ASSIGNMENT:
Filter the records, keeping every line that has the string "engine".

*** TASK DATA Section Begins ***

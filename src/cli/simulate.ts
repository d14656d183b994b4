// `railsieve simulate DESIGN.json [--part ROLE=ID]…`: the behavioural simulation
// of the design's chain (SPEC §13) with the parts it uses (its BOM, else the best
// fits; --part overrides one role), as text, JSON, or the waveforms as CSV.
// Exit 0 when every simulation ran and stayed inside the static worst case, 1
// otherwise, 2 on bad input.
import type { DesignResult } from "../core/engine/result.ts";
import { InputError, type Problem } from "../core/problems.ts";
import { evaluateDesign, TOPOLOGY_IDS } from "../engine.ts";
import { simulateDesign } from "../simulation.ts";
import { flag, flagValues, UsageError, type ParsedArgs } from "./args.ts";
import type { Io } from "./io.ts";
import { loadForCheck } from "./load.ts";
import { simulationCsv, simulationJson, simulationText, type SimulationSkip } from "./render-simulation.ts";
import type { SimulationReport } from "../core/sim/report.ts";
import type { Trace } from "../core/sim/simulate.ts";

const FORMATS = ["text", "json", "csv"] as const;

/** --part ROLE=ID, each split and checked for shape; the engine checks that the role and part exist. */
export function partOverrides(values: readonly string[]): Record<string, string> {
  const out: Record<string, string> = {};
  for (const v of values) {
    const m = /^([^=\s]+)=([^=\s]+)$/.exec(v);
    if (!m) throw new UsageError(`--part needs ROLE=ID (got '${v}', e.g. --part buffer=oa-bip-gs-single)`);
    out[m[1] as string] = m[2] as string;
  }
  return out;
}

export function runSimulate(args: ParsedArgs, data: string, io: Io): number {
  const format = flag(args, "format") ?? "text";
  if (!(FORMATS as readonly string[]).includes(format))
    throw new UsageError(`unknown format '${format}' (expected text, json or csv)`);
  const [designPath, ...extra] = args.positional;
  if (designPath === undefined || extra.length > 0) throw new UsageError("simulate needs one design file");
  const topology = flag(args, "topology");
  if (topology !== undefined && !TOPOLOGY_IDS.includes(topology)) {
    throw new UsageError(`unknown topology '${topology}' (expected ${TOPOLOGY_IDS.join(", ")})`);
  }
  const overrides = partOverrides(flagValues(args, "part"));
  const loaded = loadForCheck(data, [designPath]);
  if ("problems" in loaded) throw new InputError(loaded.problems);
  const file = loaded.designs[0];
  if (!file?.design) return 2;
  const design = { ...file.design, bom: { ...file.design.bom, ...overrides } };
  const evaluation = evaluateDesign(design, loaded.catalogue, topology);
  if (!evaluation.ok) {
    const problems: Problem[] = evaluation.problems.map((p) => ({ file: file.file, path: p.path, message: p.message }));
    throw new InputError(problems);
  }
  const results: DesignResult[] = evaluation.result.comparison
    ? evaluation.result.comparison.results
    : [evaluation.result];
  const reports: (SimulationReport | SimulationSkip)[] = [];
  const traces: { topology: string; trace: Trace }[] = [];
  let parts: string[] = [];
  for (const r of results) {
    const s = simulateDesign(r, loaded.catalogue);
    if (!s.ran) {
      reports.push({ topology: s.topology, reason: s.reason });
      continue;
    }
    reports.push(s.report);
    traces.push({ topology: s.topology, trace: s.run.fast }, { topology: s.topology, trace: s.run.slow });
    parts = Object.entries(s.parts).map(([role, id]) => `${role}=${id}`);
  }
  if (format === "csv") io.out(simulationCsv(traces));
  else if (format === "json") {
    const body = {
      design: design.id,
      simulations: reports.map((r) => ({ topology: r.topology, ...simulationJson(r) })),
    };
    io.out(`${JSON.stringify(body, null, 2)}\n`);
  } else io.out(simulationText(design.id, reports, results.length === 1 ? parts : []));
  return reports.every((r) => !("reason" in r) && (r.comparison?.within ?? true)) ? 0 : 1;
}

*** TASK DATA Section Ends ***
*** TASK DATA Section Begins ***

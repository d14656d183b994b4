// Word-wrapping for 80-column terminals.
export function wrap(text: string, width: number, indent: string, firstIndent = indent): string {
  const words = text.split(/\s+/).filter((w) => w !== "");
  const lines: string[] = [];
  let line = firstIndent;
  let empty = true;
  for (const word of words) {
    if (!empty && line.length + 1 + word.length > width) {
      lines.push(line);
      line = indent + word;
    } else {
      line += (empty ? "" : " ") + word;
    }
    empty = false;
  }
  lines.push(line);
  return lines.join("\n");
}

*** TASK DATA Section Ends ***

EXERCISE SOLUTION:
import type { DesignResult } from "../core/engine/result.ts";
import { evaluateDesign, TOPOLOGY_IDS } from "../engine.ts";
/** --part ROLE=ID, each split and checked for shape; the engine checks that the role and part exist. */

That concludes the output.